A bomb explodes somewhere, or that’s how it feels, at least. Dad knew Joseph fucking Jones? The world seems to stop, for Jen, for just a blink.

‘No, I haven’t,’ she says, almost a whisper. ‘Dad deals with everyone.’

It’s as though she’s popped a balloon. Kelly’s shoulders drop, perhaps in relief. He reaches for her hand. She lets him take it automatically. But her mind is whirring. Her father knew Joseph Jones? So – what? Her father is … Is what? If Jen were a cartoon, a burst of question marks would appear above her head.

Kelly’s fingers are playing piano on her wrist. ‘Shall we get out of here?’ he asks.

They leave the café and stand outside in the March rain. The streets are washed with it, the spotlights of the high street reflected, the pavement a wet gold. He draws her to him, right outside the café, a hand on the small of her back, his lips right next to hers.

This time, she doesn’t kiss Kelly. She doesn’t ask him back to hers, where they would talk all night on her bed.

Instead, she makes her excuses. His brows lower in disappointment.

He walks off down the street, a backwards wave behind his head, because he knows she will still be looking.

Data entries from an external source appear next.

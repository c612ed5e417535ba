import type { Quantity } from "../../core/quantity.ts";
import type { CaseView } from "../session/caseView.ts";
import type { Manner } from "./QuantityText.tsx";

/** How a virtual origin of a case is shown: in reference lengths, or in the unit of x. */
export function originManner({ along, units, length, symbol }: CaseView): Manner {
  const label = along === "t" ? "t0" : "x0";
  return length === null ? { label, units } : { label, units, per: { length, symbol } };
}

/** Both missing for one and the same reason: it is then given once. */
export function sameReason(a: Quantity, b: Quantity): string | null {
  return a.value === null && b.value === null && a.why === b.why ? a.why : null;
}
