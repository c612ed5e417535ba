import { type StartUpTime, startUpTime } from "../../core/decay/startUpTime.ts";
import type { CaseView } from "../session/caseView.ts";

/**
 * What the checks propose to leave out of a case's records; null where every record begins as it goes on, and while
 * they are reduced anew.
 */
export function startUpOffer({ stations, of, work }: CaseView): StartUpTime | null {
  if (work !== null) return null;
  const found = startUpTime(stations);
  // told from the first sample kept: what is left out already comes before it
  return found && { ...found, time: roundUp(of.sheet.startup + found.time) };
}

/** Three digits are enough for a time to leave out; never less than what was found. */
function roundUp(time: number): number {
  const unit = 10 ** (Math.floor(Math.log10(time)) - 2);
  return Number((Math.ceil(time / unit - 1e-9) * unit).toPrecision(12));
}
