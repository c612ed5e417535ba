import { memo, useCallback } from "react";
import { covarianceIntervals } from "../../core/decay/covarianceIntervals.ts";
import type { Quantity } from "../../core/quantity.ts";
import { type ArguedDecay, arguedOf } from "../../figures/arguedOf.ts";
import type { FigureOptions, FigureTable } from "../../figures/figureSpec.ts";
import { formatCount } from "../../figures/formatNumber.ts";
import { regionFigure } from "../../figures/regionFigure.ts";
import { endsOf } from "../../figures/stationPoints.ts";
import { figureName } from "../page/figureNumbers.ts";
import type { CaseView } from "../session/caseView.ts";
import { CaseMark } from "./CaseMark.tsx";
import { cellKeys } from "./cellKeys.ts";
import { FigureBlock } from "./FigureBlock.tsx";
import { PairCells } from "./PairCells.tsx";
import { PairHeads } from "./PairHeads.tsx";
import { TableSave } from "./TableSave.tsx";
import { TableScroll } from "./TableScroll.tsx";

/** The intervals of n and x0 by every way of making them, and the joint region with all its neighbours. */
export const RegionBody = memo(function RegionBody({ cases }: { cases: readonly CaseView[] }) {
  const build = useCallback((options: FigureOptions) => regionFigure(cases, options), [cases]);
  return (
    <>
      <FigureBlock
        name={figureName("decay", true)}
        title="Joint region by profile, covariance and refits; scatter against the origin"
        widthMm={178}
        build={build}
        caption={caption}
      />
      <TableScroll label="Intervals by every way of making them">
        <table className="data dense" {...cellKeys}>
          <PairHeads view={cases[0]} first="Interval" />
          {cases.map((view) => (
            <tbody key={view.id}>
              <tr>
                <th scope="rowgroup" colSpan={5}>
                  <CaseMark mark={view.mark} /> {view.name}
                </th>
              </tr>
              {waysOf(view).map(({ name, note, n, x0 }) => (
                <tr key={name}>
                  <th scope="row" className="text">
                    {name}
                  </th>
                  <PairCells view={view} n={n} x0={x0} rows={[["interval", note]]} />
                </tr>
              ))}
            </tbody>
          ))}
        </table>
      </TableScroll>
      <TableSave name="intervals" table={() => intervalsTable(cases)} />
    </>
  );
});

const caption = (
  <>
    Joint 68 % and 95 % regions as contours of the profile, filled; thin: the ellipses that the covariance has
    in their place; dots: refits of stations drawn anew, shown and not adopted. Last panel: the classical
    scan, rms of the residuals of ln <i>q</i> about the best line, all stations alike, against the origin it
    is drawn from; marked: the least.
  </>
);

interface Way {
  readonly name: string;
  readonly note: string;
  readonly n: Quantity;
  readonly x0: Quantity;
}

function waysOf(view: CaseView): Way[] {
  const argued = arguedOf(view);
  if (!argued?.decay.law) return [];
  const { decay, argument } = argued;
  const { n, x0, given_window } = decay;
  const united = decay.windowChosen === "auto";
  return [
    { name: "adopted", note: adoptedNote(argued), n, x0 },
    ...(united
      ? [
          {
            name: "profile, given the window",
            note: "profile likelihood in this window alone",
            ...given_window,
          },
        ]
      : []),
    {
      name: "covariance",
      note: "symmetric about the value, from the covariance of the fit",
      ...covarianceIntervals(argued.decay.law),
    },
    ...(argument.bootstrap === null
      ? []
      : [
          {
            name: `${formatCount(argument.bootstrap.refits)} refits`,
            note: refitNote(argument.bootstrap),
            n: argument.bootstrap.n,
            x0: argument.bootstrap.x0,
          },
        ]),
  ];
}

function adoptedNote({ decay }: ArguedDecay): string {
  const blocks =
    decay.together == null ? "" : `, with the drop of ${decay.together.groups} common groups of blocks`;
  return decay.windowChosen === "auto"
    ? `union over later starts of profile intervals${blocks}`
    : `profile likelihood in this window${blocks}`;
}

function refitNote({ refits, withoutLaw }: { readonly refits: number; readonly withoutLaw: number }): string {
  const lost =
    withoutLaw === 0 ? "" : `; ${formatCount(withoutLaw)} of them fell like an exponential and count as open`;
  return `2.5 and 97.5 % points of ${formatCount(refits)} refits of stations drawn anew${lost}`;
}

function intervalsTable(cases: readonly CaseView[]): FigureTable {
  return {
    heading: ["case", "interval", "n", "n_low", "n_high", "x0", "x0_low", "x0_high", "made_by"],
    rows: cases.flatMap((view) =>
      waysOf(view).map(({ name, note, n, x0 }) => {
        const [exponent, origin] = [endsOf(n), endsOf(x0)];
        const numbers = [exponent.value, exponent.low, exponent.high, origin.value, origin.low, origin.high];
        return [view.name, name, ...numbers, note];
      }),
    ),
  };
}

Jen stands on the street, alone, as she has a thousand times since this all began. She draws her arms across her body, thinking of how to save her son and thinking, too, about how nobody will save her, nobody can, not even her father, and especially not her husband.

Ryan

He’s in too deep.

Ryan is standing in Jen’s bedroom. It’s the very early morning. She’s sleeping, hair splayed across the pillow like a mermaid’s. It’s the second night in a row that he’s spent with her, hasn’t been back to his bedsit since he met her at the café, the day before yesterday.

And he doesn’t ever want to leave.

That is the problem.

Joseph has texted him today, asking how he got on. The fact that he went home with Jen will get back to Joseph. Ryan’s mind spins, trying to work out what to do. Damage control. That’s what he is focused on.